Exercise requirements >> Scan the records for the string "fileOfFunction", then copy each line that has it.
BEGIN Input for this task
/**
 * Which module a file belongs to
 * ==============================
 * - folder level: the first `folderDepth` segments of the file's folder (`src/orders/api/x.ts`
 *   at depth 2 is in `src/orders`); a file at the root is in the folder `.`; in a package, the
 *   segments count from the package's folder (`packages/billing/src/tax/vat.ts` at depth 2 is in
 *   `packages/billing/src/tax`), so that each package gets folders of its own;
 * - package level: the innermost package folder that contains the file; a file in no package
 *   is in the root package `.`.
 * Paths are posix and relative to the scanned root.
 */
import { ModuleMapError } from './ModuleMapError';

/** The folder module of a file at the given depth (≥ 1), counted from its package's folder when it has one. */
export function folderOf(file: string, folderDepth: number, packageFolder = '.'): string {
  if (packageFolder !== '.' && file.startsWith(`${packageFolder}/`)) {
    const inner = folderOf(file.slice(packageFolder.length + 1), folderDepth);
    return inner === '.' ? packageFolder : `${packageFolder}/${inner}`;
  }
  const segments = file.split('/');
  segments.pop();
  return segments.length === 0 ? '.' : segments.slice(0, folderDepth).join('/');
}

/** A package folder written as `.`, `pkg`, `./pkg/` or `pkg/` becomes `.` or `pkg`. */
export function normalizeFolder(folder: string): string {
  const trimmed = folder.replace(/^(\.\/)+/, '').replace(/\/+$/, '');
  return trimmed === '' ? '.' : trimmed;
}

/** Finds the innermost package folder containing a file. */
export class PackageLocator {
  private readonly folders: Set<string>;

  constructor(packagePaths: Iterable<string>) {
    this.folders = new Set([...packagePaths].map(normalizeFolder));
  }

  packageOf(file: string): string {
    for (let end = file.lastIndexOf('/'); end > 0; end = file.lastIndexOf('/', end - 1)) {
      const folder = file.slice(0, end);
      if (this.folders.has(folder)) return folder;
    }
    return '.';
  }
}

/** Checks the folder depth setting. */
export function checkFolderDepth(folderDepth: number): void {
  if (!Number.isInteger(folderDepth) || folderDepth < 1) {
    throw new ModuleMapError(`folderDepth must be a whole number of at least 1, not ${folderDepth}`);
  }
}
END Input for this task
BEGIN Input for this task
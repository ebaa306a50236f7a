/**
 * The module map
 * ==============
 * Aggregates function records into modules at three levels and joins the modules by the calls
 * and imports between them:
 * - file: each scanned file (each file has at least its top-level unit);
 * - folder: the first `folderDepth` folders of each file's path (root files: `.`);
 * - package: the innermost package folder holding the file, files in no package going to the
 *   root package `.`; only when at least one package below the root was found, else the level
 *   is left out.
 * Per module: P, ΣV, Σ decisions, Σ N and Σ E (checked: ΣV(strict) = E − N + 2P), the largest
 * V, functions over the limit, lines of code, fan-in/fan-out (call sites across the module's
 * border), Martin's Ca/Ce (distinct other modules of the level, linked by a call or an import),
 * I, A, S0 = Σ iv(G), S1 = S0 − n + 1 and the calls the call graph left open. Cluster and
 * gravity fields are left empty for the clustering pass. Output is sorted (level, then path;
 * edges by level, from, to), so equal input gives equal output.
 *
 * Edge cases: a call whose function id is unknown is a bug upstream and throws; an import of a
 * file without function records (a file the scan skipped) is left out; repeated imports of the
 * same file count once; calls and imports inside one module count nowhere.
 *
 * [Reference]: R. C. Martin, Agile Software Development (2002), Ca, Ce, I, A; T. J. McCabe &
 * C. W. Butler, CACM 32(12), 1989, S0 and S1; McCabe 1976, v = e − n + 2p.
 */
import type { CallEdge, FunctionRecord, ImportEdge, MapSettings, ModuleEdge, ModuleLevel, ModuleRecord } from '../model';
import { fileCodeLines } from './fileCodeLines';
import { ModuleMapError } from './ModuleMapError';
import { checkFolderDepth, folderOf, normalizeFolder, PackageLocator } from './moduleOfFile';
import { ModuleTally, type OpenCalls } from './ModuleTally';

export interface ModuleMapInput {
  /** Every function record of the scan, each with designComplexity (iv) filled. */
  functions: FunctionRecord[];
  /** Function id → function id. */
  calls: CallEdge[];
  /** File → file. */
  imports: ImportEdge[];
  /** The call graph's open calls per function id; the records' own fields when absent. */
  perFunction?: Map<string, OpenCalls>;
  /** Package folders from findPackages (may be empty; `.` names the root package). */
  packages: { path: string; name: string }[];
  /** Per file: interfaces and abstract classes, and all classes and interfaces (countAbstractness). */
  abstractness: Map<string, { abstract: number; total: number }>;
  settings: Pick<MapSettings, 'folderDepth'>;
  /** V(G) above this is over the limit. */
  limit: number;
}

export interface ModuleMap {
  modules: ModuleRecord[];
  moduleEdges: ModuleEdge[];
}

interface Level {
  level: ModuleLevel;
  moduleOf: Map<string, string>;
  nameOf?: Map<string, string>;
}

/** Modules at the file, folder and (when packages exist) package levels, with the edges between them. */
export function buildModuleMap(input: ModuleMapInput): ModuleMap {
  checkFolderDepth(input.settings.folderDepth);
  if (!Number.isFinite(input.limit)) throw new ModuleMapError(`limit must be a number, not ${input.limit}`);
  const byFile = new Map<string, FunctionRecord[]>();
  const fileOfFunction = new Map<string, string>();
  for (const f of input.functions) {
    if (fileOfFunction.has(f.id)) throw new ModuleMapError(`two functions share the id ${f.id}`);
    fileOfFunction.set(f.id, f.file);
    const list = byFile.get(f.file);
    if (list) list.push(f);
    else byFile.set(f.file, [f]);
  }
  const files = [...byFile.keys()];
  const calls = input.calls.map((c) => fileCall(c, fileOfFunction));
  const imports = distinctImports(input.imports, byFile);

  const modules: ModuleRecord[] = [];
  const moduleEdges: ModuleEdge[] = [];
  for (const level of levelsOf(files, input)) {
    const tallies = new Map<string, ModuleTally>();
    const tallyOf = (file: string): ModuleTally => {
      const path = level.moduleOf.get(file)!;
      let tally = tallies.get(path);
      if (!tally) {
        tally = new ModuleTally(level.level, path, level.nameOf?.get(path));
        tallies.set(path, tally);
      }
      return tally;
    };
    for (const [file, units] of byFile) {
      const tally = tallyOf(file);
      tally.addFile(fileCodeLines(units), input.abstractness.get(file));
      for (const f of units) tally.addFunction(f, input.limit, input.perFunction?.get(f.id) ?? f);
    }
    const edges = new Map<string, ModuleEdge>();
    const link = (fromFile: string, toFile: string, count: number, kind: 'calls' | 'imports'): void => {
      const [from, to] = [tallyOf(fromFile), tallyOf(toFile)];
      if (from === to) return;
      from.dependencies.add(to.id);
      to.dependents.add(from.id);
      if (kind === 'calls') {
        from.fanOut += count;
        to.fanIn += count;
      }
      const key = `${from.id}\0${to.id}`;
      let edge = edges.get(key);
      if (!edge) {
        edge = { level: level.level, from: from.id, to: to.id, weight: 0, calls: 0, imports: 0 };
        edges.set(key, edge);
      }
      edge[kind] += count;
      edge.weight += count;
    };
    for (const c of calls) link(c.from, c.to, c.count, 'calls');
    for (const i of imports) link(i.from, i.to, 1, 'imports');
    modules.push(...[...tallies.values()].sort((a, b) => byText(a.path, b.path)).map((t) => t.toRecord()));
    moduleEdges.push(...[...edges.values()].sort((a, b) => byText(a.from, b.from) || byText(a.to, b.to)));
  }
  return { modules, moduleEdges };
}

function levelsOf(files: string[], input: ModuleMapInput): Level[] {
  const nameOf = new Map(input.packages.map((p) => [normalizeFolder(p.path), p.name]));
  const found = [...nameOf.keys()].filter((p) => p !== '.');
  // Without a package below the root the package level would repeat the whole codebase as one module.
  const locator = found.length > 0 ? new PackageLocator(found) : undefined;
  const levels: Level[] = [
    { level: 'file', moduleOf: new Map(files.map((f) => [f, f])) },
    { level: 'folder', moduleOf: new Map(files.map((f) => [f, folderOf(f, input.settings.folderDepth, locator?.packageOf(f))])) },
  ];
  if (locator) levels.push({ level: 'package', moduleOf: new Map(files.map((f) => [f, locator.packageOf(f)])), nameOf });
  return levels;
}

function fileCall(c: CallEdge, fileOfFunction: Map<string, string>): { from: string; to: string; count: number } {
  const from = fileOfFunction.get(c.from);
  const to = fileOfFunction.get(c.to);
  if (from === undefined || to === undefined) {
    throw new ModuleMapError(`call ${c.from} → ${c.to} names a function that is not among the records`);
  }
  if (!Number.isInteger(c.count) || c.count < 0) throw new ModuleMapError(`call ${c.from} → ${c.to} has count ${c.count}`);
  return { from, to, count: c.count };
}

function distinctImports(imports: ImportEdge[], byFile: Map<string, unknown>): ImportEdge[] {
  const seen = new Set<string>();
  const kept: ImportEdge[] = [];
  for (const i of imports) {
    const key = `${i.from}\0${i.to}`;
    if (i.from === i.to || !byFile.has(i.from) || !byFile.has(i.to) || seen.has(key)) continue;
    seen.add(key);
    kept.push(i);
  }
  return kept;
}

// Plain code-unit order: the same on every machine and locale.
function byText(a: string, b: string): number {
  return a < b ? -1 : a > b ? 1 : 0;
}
END Input for this task
Finished task >>
  const fileOfFunction = new Map<string, string>();
    if (fileOfFunction.has(f.id)) throw new ModuleMapError(`two functions share the id ${f.id}`);
    fileOfFunction.set(f.id, f.file);
  const calls = input.calls.map((c) => fileCall(c, fileOfFunction));
function fileCall(c: CallEdge, fileOfFunction: Map<string, string>): { from: string; to: string; count: number } {
  const from = fileOfFunction.get(c.from);
  const to = fileOfFunction.get(c.to);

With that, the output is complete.